(Items from a data source)
--------------------------------

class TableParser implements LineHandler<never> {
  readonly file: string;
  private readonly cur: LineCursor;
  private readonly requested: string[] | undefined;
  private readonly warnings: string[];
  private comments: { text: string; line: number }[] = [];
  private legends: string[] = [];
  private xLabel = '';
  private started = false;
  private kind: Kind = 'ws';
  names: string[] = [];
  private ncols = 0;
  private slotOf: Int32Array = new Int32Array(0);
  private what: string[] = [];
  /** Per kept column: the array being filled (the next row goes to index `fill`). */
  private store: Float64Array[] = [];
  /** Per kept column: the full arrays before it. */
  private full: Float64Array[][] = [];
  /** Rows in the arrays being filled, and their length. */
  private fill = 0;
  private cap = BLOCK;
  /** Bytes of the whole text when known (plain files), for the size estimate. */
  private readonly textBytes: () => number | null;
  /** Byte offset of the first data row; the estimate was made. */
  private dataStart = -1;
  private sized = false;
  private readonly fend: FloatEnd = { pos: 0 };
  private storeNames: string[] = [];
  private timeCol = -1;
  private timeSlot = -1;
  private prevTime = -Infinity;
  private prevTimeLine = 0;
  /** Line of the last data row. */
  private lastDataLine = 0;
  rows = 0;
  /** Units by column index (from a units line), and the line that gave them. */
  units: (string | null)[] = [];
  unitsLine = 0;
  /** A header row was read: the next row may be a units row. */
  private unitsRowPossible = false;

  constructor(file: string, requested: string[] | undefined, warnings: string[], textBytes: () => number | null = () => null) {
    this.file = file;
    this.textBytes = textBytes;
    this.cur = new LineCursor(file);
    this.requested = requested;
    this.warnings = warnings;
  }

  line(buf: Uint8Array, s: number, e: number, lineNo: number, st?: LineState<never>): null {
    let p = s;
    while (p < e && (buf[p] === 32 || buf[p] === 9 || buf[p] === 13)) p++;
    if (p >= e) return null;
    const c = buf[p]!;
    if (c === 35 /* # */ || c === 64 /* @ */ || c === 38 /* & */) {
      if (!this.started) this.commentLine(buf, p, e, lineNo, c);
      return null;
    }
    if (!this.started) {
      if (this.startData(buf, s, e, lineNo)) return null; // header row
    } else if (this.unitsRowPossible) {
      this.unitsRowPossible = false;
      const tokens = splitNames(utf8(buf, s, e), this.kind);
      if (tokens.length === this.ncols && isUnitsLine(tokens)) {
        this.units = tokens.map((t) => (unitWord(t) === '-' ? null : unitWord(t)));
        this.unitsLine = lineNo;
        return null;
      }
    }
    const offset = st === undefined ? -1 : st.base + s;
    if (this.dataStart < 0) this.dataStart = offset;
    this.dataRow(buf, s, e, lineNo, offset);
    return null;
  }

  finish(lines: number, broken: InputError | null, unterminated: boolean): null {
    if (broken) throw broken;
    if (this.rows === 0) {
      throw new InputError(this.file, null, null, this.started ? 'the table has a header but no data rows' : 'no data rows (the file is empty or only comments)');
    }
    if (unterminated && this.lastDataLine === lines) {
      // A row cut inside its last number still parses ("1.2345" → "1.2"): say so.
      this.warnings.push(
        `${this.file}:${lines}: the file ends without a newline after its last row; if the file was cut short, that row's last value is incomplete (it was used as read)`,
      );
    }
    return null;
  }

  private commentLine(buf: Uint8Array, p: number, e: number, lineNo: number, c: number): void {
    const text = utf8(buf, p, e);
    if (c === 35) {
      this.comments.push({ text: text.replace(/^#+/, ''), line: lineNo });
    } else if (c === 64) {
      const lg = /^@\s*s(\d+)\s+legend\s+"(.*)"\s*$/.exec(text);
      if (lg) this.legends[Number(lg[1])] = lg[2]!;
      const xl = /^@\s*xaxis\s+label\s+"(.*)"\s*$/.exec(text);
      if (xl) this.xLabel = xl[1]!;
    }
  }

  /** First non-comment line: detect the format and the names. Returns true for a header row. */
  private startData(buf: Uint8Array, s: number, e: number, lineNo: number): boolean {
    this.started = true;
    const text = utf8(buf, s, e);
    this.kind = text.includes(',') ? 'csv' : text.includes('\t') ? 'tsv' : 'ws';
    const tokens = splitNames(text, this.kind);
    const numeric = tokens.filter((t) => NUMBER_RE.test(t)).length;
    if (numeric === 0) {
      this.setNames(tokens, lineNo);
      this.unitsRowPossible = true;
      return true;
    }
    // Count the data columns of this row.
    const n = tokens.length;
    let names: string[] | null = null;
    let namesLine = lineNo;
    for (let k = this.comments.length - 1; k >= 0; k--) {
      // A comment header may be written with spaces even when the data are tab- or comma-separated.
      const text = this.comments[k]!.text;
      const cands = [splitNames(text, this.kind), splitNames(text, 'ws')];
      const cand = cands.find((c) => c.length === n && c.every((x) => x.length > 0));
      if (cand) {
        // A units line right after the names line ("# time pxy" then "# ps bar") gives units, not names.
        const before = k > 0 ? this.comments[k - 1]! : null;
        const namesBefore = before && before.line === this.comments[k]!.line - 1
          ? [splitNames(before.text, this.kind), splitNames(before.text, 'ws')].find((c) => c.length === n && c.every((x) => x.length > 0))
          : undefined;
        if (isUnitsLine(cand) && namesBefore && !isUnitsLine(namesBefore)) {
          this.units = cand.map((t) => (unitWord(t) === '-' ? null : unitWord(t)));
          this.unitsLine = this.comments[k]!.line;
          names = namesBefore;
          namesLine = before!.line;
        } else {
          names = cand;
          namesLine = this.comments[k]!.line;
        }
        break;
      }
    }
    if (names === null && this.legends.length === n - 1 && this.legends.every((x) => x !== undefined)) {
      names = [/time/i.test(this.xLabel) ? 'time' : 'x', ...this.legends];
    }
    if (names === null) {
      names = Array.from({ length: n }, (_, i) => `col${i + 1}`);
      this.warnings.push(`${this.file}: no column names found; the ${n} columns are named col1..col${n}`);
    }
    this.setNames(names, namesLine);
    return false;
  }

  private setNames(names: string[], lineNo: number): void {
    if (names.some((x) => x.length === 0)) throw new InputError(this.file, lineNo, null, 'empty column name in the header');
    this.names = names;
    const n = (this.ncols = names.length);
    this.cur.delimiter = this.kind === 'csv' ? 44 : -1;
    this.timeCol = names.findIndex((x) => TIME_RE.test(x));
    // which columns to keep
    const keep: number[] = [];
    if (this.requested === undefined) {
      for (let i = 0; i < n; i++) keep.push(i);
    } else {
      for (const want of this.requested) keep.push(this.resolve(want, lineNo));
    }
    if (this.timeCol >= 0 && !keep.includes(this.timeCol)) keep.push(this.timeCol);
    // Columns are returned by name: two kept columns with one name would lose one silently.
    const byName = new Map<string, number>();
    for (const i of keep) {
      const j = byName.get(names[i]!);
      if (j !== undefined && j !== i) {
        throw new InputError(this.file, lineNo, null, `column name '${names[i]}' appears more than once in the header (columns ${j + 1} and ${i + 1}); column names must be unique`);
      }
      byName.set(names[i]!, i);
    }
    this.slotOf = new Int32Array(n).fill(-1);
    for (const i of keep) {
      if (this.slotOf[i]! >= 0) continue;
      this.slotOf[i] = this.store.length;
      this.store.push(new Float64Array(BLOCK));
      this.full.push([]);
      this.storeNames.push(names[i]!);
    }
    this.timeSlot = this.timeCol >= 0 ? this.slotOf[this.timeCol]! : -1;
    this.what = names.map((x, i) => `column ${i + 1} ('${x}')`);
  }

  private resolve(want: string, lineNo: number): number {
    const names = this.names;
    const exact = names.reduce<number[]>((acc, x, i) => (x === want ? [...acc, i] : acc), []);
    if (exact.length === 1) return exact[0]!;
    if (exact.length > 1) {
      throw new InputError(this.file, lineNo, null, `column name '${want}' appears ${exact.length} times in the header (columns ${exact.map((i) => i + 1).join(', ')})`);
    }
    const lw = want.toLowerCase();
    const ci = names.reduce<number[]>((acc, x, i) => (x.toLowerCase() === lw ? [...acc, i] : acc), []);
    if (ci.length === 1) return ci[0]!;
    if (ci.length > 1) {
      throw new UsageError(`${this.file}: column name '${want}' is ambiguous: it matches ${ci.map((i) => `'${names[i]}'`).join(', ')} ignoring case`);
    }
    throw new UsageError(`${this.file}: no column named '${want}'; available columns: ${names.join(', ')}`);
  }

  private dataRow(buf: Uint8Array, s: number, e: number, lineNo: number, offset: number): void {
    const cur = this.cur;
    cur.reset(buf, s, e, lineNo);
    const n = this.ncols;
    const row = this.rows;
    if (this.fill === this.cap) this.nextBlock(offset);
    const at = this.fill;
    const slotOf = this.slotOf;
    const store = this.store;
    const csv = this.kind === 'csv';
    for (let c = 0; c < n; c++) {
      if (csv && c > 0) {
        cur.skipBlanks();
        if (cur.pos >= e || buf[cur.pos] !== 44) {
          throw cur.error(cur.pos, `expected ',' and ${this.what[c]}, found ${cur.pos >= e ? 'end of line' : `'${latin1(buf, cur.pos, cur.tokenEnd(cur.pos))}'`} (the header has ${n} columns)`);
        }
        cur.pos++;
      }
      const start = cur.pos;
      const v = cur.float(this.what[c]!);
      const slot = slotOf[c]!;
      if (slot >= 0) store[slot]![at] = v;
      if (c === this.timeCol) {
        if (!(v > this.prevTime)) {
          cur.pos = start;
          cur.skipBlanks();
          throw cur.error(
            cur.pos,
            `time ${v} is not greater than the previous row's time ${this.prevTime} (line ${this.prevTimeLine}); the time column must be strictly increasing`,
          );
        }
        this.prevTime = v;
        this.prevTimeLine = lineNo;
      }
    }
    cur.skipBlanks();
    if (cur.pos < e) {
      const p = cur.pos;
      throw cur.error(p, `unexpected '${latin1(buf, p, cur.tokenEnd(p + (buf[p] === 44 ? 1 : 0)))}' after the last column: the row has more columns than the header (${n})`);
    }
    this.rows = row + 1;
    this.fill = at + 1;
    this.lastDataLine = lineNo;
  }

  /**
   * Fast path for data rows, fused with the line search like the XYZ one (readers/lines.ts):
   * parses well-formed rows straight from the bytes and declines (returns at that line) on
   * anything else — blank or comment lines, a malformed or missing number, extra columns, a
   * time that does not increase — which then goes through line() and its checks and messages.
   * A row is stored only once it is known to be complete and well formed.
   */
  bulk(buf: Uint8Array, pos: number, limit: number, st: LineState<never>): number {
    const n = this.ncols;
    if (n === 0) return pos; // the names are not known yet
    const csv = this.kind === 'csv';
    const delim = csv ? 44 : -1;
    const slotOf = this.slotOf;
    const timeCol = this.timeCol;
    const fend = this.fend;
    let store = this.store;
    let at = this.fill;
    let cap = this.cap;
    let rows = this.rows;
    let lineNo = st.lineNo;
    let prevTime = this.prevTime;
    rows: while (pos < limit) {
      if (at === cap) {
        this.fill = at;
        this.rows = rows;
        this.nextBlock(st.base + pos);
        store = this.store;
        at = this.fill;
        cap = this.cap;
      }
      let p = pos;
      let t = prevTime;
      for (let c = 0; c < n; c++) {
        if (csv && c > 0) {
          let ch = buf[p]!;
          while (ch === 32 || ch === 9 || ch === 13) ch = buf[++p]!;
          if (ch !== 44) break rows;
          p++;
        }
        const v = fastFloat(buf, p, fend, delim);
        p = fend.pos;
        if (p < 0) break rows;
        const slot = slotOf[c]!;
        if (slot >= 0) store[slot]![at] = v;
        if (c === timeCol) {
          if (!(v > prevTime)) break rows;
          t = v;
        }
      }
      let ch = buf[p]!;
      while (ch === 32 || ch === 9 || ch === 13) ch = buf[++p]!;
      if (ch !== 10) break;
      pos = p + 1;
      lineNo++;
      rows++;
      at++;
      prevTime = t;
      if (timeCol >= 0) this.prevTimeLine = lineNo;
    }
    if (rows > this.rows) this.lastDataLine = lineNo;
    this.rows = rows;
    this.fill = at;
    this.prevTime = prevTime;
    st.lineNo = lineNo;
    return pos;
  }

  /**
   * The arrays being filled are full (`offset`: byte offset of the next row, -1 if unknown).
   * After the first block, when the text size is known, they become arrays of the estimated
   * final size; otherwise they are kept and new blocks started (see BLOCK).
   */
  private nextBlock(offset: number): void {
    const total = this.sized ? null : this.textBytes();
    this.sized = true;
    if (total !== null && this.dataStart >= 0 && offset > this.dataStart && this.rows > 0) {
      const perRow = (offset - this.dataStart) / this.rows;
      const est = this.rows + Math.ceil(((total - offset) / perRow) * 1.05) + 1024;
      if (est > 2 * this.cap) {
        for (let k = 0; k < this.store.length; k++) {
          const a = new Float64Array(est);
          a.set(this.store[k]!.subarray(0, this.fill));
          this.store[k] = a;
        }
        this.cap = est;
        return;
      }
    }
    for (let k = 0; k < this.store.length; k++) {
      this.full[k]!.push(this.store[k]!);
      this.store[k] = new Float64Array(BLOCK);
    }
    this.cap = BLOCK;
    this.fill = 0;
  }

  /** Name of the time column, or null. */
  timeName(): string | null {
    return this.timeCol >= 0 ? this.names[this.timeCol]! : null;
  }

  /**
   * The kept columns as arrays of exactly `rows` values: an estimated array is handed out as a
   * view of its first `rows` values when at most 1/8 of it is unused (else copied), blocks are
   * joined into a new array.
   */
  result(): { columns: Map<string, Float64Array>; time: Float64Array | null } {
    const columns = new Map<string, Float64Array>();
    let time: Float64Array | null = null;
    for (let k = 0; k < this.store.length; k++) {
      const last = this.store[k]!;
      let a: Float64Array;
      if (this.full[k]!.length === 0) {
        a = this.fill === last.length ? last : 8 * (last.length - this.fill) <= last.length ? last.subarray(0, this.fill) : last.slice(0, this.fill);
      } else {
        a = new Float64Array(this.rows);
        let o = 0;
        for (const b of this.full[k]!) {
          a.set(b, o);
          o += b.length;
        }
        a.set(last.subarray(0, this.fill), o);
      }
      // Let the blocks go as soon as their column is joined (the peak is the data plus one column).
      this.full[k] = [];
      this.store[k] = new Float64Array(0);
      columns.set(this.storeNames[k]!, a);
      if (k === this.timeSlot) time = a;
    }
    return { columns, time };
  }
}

--------------------------------

> Work task
All lines above that include the word "LineCursor" should be located and copied.

> Exercise response
  private readonly cur: LineCursor;
    this.cur = new LineCursor(file);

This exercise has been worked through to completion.